- _Task directions_
Your answer should be the lines below from the one with "next: (booking) =>" to the one with "const fields = problemFieldErrors(error).map((field)", both included, given again exactly and with nothing added.

- _Record extracts_

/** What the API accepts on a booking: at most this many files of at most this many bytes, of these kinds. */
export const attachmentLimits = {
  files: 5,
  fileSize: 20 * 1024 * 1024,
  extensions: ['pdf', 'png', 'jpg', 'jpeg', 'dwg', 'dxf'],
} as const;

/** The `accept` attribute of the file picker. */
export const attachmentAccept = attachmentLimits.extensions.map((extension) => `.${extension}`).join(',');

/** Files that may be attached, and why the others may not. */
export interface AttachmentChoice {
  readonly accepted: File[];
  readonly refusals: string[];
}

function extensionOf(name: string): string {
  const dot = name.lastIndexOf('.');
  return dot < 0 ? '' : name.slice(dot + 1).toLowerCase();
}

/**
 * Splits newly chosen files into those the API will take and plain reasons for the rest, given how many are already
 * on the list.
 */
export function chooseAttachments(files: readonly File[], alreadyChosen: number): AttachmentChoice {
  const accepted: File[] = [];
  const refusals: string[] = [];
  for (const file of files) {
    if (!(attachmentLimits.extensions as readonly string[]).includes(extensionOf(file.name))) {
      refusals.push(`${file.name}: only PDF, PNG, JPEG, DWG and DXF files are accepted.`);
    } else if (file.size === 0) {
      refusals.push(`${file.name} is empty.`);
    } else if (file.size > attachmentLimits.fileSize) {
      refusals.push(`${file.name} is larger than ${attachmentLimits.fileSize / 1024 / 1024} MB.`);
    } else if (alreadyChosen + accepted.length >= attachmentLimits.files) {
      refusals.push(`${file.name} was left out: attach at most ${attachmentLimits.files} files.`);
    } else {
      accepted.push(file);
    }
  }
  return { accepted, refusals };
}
---
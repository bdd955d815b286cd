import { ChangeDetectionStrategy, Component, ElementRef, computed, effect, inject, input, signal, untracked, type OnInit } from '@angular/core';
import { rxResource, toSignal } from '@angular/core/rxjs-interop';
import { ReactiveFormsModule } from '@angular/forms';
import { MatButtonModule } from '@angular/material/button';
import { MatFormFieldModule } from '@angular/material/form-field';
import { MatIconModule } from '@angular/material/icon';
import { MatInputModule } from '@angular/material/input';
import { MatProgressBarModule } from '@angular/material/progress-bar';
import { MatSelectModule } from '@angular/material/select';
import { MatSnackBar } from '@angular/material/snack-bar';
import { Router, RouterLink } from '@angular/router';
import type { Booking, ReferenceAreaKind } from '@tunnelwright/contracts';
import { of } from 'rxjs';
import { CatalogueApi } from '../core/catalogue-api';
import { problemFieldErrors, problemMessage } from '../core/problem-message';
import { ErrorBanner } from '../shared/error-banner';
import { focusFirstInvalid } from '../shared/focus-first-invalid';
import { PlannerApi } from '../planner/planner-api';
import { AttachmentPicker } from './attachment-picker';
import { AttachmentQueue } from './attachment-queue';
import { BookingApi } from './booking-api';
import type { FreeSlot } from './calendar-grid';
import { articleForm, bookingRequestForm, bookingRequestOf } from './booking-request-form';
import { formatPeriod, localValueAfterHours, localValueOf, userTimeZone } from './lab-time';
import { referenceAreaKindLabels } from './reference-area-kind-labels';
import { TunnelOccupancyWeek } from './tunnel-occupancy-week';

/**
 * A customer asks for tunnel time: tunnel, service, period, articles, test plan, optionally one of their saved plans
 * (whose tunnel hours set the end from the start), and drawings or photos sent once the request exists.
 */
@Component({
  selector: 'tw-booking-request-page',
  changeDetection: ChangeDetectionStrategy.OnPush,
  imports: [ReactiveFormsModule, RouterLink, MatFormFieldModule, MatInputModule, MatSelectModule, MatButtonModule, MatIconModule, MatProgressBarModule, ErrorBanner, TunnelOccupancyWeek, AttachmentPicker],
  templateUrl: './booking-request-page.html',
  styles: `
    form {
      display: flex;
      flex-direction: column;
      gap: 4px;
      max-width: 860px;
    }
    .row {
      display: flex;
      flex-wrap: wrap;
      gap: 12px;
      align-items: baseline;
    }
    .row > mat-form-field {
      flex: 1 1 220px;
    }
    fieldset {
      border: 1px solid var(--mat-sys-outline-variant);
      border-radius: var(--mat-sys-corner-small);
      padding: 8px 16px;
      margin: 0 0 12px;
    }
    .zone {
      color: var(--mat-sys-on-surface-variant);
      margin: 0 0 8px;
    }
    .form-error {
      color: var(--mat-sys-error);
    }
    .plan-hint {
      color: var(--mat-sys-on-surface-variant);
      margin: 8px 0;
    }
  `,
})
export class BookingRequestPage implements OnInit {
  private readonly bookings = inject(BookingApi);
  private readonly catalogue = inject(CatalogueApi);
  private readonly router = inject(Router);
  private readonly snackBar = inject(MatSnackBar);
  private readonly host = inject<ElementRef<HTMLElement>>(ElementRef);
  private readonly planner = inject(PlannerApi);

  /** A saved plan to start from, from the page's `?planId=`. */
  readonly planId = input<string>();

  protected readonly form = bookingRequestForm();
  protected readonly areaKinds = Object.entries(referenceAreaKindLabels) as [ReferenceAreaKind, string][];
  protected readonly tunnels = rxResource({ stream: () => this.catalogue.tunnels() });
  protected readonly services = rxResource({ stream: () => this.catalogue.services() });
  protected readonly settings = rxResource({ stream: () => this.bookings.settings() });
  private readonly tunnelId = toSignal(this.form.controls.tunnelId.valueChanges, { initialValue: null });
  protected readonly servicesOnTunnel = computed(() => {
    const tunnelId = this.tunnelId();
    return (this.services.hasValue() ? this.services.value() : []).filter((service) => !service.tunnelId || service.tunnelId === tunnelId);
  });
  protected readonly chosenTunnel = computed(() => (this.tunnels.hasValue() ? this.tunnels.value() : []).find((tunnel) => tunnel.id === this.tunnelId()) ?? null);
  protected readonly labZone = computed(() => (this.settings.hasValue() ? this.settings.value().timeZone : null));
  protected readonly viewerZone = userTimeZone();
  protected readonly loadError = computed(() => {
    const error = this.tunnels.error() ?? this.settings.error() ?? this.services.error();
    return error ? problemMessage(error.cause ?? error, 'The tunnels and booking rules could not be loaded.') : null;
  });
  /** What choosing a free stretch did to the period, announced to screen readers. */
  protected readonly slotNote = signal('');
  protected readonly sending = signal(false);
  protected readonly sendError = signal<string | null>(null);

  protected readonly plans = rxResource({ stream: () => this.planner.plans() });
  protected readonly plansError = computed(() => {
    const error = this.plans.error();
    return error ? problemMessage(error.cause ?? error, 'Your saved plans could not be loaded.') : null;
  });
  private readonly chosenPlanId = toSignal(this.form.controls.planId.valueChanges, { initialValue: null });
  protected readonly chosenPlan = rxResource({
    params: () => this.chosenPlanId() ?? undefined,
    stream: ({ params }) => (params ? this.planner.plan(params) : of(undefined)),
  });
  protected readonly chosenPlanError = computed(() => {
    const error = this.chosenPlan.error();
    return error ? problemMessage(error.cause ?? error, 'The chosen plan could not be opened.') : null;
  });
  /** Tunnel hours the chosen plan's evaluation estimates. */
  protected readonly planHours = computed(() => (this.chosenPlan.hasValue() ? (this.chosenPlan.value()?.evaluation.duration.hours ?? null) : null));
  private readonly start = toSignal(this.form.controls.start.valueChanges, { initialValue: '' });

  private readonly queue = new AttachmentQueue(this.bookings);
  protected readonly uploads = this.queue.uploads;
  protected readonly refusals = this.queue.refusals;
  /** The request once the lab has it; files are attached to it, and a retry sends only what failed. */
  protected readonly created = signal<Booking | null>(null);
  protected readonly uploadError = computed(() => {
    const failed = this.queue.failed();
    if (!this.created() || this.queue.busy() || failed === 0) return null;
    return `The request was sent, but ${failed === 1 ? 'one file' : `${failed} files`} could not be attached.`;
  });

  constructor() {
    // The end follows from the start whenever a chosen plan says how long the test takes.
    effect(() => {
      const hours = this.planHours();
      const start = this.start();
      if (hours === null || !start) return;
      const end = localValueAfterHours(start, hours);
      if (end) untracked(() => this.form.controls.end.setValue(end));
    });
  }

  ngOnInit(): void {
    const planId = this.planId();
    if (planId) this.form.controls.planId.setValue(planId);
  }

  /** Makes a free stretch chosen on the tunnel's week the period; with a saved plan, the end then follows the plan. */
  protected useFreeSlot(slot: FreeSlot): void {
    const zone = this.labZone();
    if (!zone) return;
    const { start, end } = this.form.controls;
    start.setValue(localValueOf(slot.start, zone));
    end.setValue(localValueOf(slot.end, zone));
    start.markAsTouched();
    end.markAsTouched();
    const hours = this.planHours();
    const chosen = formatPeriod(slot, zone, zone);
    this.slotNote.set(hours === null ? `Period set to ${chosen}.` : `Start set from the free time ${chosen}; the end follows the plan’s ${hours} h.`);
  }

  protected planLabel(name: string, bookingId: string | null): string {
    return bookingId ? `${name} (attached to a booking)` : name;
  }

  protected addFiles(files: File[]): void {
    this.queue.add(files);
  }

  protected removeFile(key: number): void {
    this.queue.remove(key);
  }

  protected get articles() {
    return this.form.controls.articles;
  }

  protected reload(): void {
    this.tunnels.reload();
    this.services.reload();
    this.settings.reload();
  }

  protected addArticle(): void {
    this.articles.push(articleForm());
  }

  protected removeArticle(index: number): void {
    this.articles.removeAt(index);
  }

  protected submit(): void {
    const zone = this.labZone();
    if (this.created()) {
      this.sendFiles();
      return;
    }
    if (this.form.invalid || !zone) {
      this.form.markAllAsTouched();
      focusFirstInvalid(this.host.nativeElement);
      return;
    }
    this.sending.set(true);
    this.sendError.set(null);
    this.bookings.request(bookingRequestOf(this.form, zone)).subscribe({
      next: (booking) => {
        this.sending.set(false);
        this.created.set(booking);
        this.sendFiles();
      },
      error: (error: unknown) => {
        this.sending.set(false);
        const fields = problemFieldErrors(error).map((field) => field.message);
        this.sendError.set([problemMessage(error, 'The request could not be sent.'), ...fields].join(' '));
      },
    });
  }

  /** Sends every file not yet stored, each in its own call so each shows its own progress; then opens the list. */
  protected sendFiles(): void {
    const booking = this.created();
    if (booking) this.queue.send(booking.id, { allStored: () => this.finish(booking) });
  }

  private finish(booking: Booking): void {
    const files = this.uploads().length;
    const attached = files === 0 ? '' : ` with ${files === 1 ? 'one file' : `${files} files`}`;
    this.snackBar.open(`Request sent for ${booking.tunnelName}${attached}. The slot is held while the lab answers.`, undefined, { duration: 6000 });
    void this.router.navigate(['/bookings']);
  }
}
==
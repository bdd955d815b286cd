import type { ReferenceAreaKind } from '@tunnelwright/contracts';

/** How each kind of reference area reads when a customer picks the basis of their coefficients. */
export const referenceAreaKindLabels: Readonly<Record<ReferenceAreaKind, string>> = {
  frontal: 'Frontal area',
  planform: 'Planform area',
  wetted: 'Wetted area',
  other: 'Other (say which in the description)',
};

- _Solved exercise_
      next: (booking) => {
        this.sending.set(false);
        this.created.set(booking);
        this.sendFiles();
      },
      error: (error: unknown) => {
        this.sending.set(false);
        const fields = problemFieldErrors(error).map((field) => field.message);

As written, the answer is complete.